[Start of section]

/* pf_h5.c - writing and reading psiflight's HDF5 layout (docs/file-layout.md)
 * with the HDF5 C library, deterministically. */
#include <complex.h>
#include <math.h>
#include <stdint.h>
#include <stdio.h>
#include <stdlib.h>
#include <string.h>
#include <hdf5.h>
#include <hdf5_hl.h>
#include "pf_constants.h"
#include "pf_dist.h"
#include "pf_frame.h"
#include "pf_species.h"
#include "pf_version.h"
#include "pf_h5.h"
#include "pf_readcap.h"
#include "pf_safefile.h"

#define LAYOUT_NAME "psiflight-h5"
#define LAYOUT_VERSION 1

struct pf_h5 {
    pf_context *ctx;
    hid_t file;
    hid_t ocpl_group, ocpl_data, lcpl;
    pf_safefile sf;
    /* Provenance gathered while items are written, stored at commit:
     * each wave item's species line and step log (NULL: none yet). */
    int provenance;        /* pf_h5_set_provenance made the group */
    char *species, *steps; /* newline-joined text */
};

/* Datasets with at least this many elements are stored in chunks with the
 * shuffle and deflate filters; smaller ones (axes of short grids, table
 * columns, scalars) stay contiguous, where compression would cost more
 * header than it saves.  Deflate is a deterministic function of its input,
 * so reruns still write identical bytes. */
#define COMPRESS_MIN_ELEMENTS 4096
#define CHUNK_TARGET_BYTES (1u << 20)
#define DEFLATE_LEVEL 4

static const char *const POS_AXES[PF_MAX_DIM] = {"x", "y", "z"};
static const char *const MOM_AXES[PF_MAX_DIM] = {"kx", "ky", "kz"};

/* HDF5 prints its own error stack by default; psiflight words its errors.
 * HDF5 1.10 also closes files left open from an exit handler, and crashes
 * there on a file whose close already failed (a full disk); files are
 * always closed (or given up) explicitly here, so that handler is turned
 * off.  H5dont_atexit only works before the library starts, hence first. */
static void quiet_hdf5(void)
{
    static int done;
    if (!done) {
        H5dont_atexit();
        done = 1;
    }
    H5Eset_auto2(H5E_DEFAULT, NULL, NULL);
}

void pf_h5_version(char *buf, size_t size)
{
    unsigned maj, min, rel;
    H5get_libversion(&maj, &min, &rel);
    snprintf(buf, size, "%u.%u.%u", maj, min, rel);
}

/* Complex numbers as the compound {r, i} of two doubles, the names h5py and
 * other readers map to complex. */
static hid_t complex_type(void)
{
    hid_t t = H5Tcreate(H5T_COMPOUND, 2 * sizeof(double));
    H5Tinsert(t, "r", 0, H5T_NATIVE_DOUBLE);
    H5Tinsert(t, "i", sizeof(double), H5T_NATIVE_DOUBLE);
    return t;
}
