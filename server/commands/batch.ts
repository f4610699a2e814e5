// The command-line faces of `process` and `synth` (replay/), in the shape of server/cli.ts's commands
// (parsed arguments in, exit code out).

import type { ParsedArgs } from './args.js';
import { numberFlag, stringFlag } from './args.js';
import { processFolder } from '../../replay/processCommand.js';
import { synth } from '../../replay/synthCommand.js';

export const PROCESS_HELP = `  process FOLDER --out RESULT.csv [--json RESULT.json] [--maps DIR] [--config FILE] [--workers N]
        Compute a whole archive (JSON and FITS frames, taken in time order) without a server, on
        every core. Unreadable frames, duplicated times and frames of another grid are reported
        and skipped. Progress on stderr.`;

export const SYNTH_HELP = `  synth --out FOLDER [--frames N] [--size N] [--with-velocity] [--format fits|json] [--cadence S] [--noise G] [--seed N]
        Write the built-in demo region (an invented active region, 72 h story) as frame files,
        with its true injection in truth.csv.`;

function booleanFlag(args: ParsedArgs, name: string): boolean | undefined {
  const v = args.flags[name];
  if (v === undefined) return undefined;
  if (v === true || /^(1|true|yes|on)$/i.test(v)) return true;
  if (/^(0|false|no|off)$/i.test(v)) return false;
  throw new Error(`option --${name} is yes or no, got "${v}"`);
}

export async function processCli(args: ParsedArgs, _out: NodeJS.WritableStream, err: NodeJS.WritableStream): Promise<number> {
  const [folder, ...extra] = args.positional;
  if (folder === undefined || extra.length > 0) throw new Error('give one folder of frames: helicord process FOLDER --out RESULT.csv');
  const out = stringFlag(args, 'out');
  if (out === undefined) throw new Error('--out RESULT.csv is needed');
  const json = stringFlag(args, 'json');
  const maps = stringFlag(args, 'maps');
  const config = stringFlag(args, 'config');
  const workers = numberFlag(args, 'workers');
  const r = await processFolder({
    folder, out, progress: err,
    ...(json !== undefined && { json }), ...(maps !== undefined && { maps }),
    ...(config !== undefined && { config }), ...(workers !== undefined && { workers }),
  });
  return r.used > 0 ? 0 : 1;
}

export async function synthCli(args: ParsedArgs, out: NodeJS.WritableStream, _err?: NodeJS.WritableStream): Promise<number> {
  const folder = stringFlag(args, 'out');
  if (folder === undefined) throw new Error('--out FOLDER is needed');
  const format = stringFlag(args, 'format', 'fits');
  if (format !== 'fits' && format !== 'json') throw new Error(`--format is fits or json, got "${format}"`);
  const frames = numberFlag(args, 'frames');
  const size = numberFlag(args, 'size');
  const withVelocity = booleanFlag(args, 'with-velocity');
  const cadenceS = numberFlag(args, 'cadence');
  const noiseG = numberFlag(args, 'noise');
  const seed = numberFlag(args, 'seed');
  await synth({
    out: folder, format, progress: out,
    ...(frames !== undefined && { frames }), ...(size !== undefined && { size }),
    ...(withVelocity !== undefined && { withVelocity }),
    demo: { ...(cadenceS !== undefined && { cadenceS }), ...(noiseG !== undefined && { noiseG }), ...(seed !== undefined && { seed }) },
  });
  return 0;
}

[End of section]

AIM OF THE EXERCISE - Reproduce the data exactly, altering nothing.

SOLUTION BELOW -
/* pf_h5.c - writing and reading psiflight's HDF5 layout (docs/file-layout.md)
 * with the HDF5 C library, deterministically. */
#include <complex.h>
#include <math.h>
#include <stdint.h>
#include <stdio.h>
#include <stdlib.h>
#include <string.h>
#include <hdf5.h>
#include <hdf5_hl.h>
#include "pf_constants.h"
#include "pf_dist.h"
#include "pf_frame.h"
#include "pf_species.h"
#include "pf_version.h"
#include "pf_h5.h"
#include "pf_readcap.h"
#include "pf_safefile.h"

#define LAYOUT_NAME "psiflight-h5"
#define LAYOUT_VERSION 1

struct pf_h5 {
    pf_context *ctx;
    hid_t file;
    hid_t ocpl_group, ocpl_data, lcpl;
    pf_safefile sf;
    /* Provenance gathered while items are written, stored at commit:
     * each wave item's species line and step log (NULL: none yet). */
    int provenance;        /* pf_h5_set_provenance made the group */
    char *species, *steps; /* newline-joined text */
};

/* Datasets with at least this many elements are stored in chunks with the
 * shuffle and deflate filters; smaller ones (axes of short grids, table
 * columns, scalars) stay contiguous, where compression would cost more
 * header than it saves.  Deflate is a deterministic function of its input,
 * so reruns still write identical bytes. */
#define COMPRESS_MIN_ELEMENTS 4096
#define CHUNK_TARGET_BYTES (1u << 20)
#define DEFLATE_LEVEL 4

static const char *const POS_AXES[PF_MAX_DIM] = {"x", "y", "z"};
static const char *const MOM_AXES[PF_MAX_DIM] = {"kx", "ky", "kz"};

/* HDF5 prints its own error stack by default; psiflight words its errors.
 * HDF5 1.10 also closes files left open from an exit handler, and crashes
 * there on a file whose close already failed (a full disk); files are
 * always closed (or given up) explicitly here, so that handler is turned
 * off.  H5dont_atexit only works before the library starts, hence first. */
static void quiet_hdf5(void)
{
    static int done;
    if (!done) {
        H5dont_atexit();
        done = 1;
    }
    H5Eset_auto2(H5E_DEFAULT, NULL, NULL);
}

void pf_h5_version(char *buf, size_t size)
{
    unsigned maj, min, rel;
    H5get_libversion(&maj, &min, &rel);
    snprintf(buf, size, "%u.%u.%u", maj, min, rel);
}

/* Complex numbers as the compound {r, i} of two doubles, the names h5py and
 * other readers map to complex. */
static hid_t complex_type(void)
{
    hid_t t = H5Tcreate(H5T_COMPOUND, 2 * sizeof(double));
    H5Tinsert(t, "r", 0, H5T_NATIVE_DOUBLE);
    H5Tinsert(t, "i", sizeof(double), H5T_NATIVE_DOUBLE);
    return t;
}
filename server/commands/batch.ts
repository f4610699a2e814e5
// The command-line faces of `process` and `synth` (replay/), in the shape of server/cli.ts's commands
// (parsed arguments in, exit code out).

import type { ParsedArgs } from './args.js';
import { numberFlag, stringFlag } from './args.js';
import { processFolder } from '../../replay/processCommand.js';
import { synth } from '../../replay/synthCommand.js';

export const PROCESS_HELP = `  process FOLDER --out RESULT.csv [--json RESULT.json] [--maps DIR] [--config FILE] [--workers N]
        Compute a whole archive (JSON and FITS frames, taken in time order) without a server, on
        every core. Unreadable frames, duplicated times and frames of another grid are reported
        and skipped. Progress on stderr.`;

export const SYNTH_HELP = `  synth --out FOLDER [--frames N] [--size N] [--with-velocity] [--format fits|json] [--cadence S] [--noise G] [--seed N]
        Write the built-in demo region (an invented active region, 72 h story) as frame files,
        with its true injection in truth.csv.`;

function booleanFlag(args: ParsedArgs, name: string): boolean | undefined {
  const v = args.flags[name];
  if (v === undefined) return undefined;
  if (v === true || /^(1|true|yes|on)$/i.test(v)) return true;
  if (/^(0|false|no|off)$/i.test(v)) return false;
  throw new Error(`option --${name} is yes or no, got "${v}"`);
}

export async function processCli(args: ParsedArgs, _out: NodeJS.WritableStream, err: NodeJS.WritableStream): Promise<number> {
  const [folder, ...extra] = args.positional;
  if (folder === undefined || extra.length > 0) throw new Error('give one folder of frames: helicord process FOLDER --out RESULT.csv');
  const out = stringFlag(args, 'out');
  if (out === undefined) throw new Error('--out RESULT.csv is needed');
  const json = stringFlag(args, 'json');
  const maps = stringFlag(args, 'maps');
  const config = stringFlag(args, 'config');
  const workers = numberFlag(args, 'workers');
  const r = await processFolder({
    folder, out, progress: err,
    ...(json !== undefined && { json }), ...(maps !== undefined && { maps }),
    ...(config !== undefined && { config }), ...(workers !== undefined && { workers }),
  });
  return r.used > 0 ? 0 : 1;
}

export async function synthCli(args: ParsedArgs, out: NodeJS.WritableStream, _err?: NodeJS.WritableStream): Promise<number> {
  const folder = stringFlag(args, 'out');
  if (folder === undefined) throw new Error('--out FOLDER is needed');
  const format = stringFlag(args, 'format', 'fits');
  if (format !== 'fits' && format !== 'json') throw new Error(`--format is fits or json, got "${format}"`);
  const frames = numberFlag(args, 'frames');
  const size = numberFlag(args, 'size');
  const withVelocity = booleanFlag(args, 'with-velocity');
  const cadenceS = numberFlag(args, 'cadence');
  const noiseG = numberFlag(args, 'noise');
  const seed = numberFlag(args, 'seed');
  await synth({
    out: folder, format, progress: out,
    ...(frames !== undefined && { frames }), ...(size !== undefined && { size }),
    ...(withVelocity !== undefined && { withVelocity }),
    demo: { ...(cadenceS !== undefined && { cadenceS }), ...(noiseG !== undefined && { noiseG }), ...(seed !== undefined && { seed }) },
  });
  return 0;
}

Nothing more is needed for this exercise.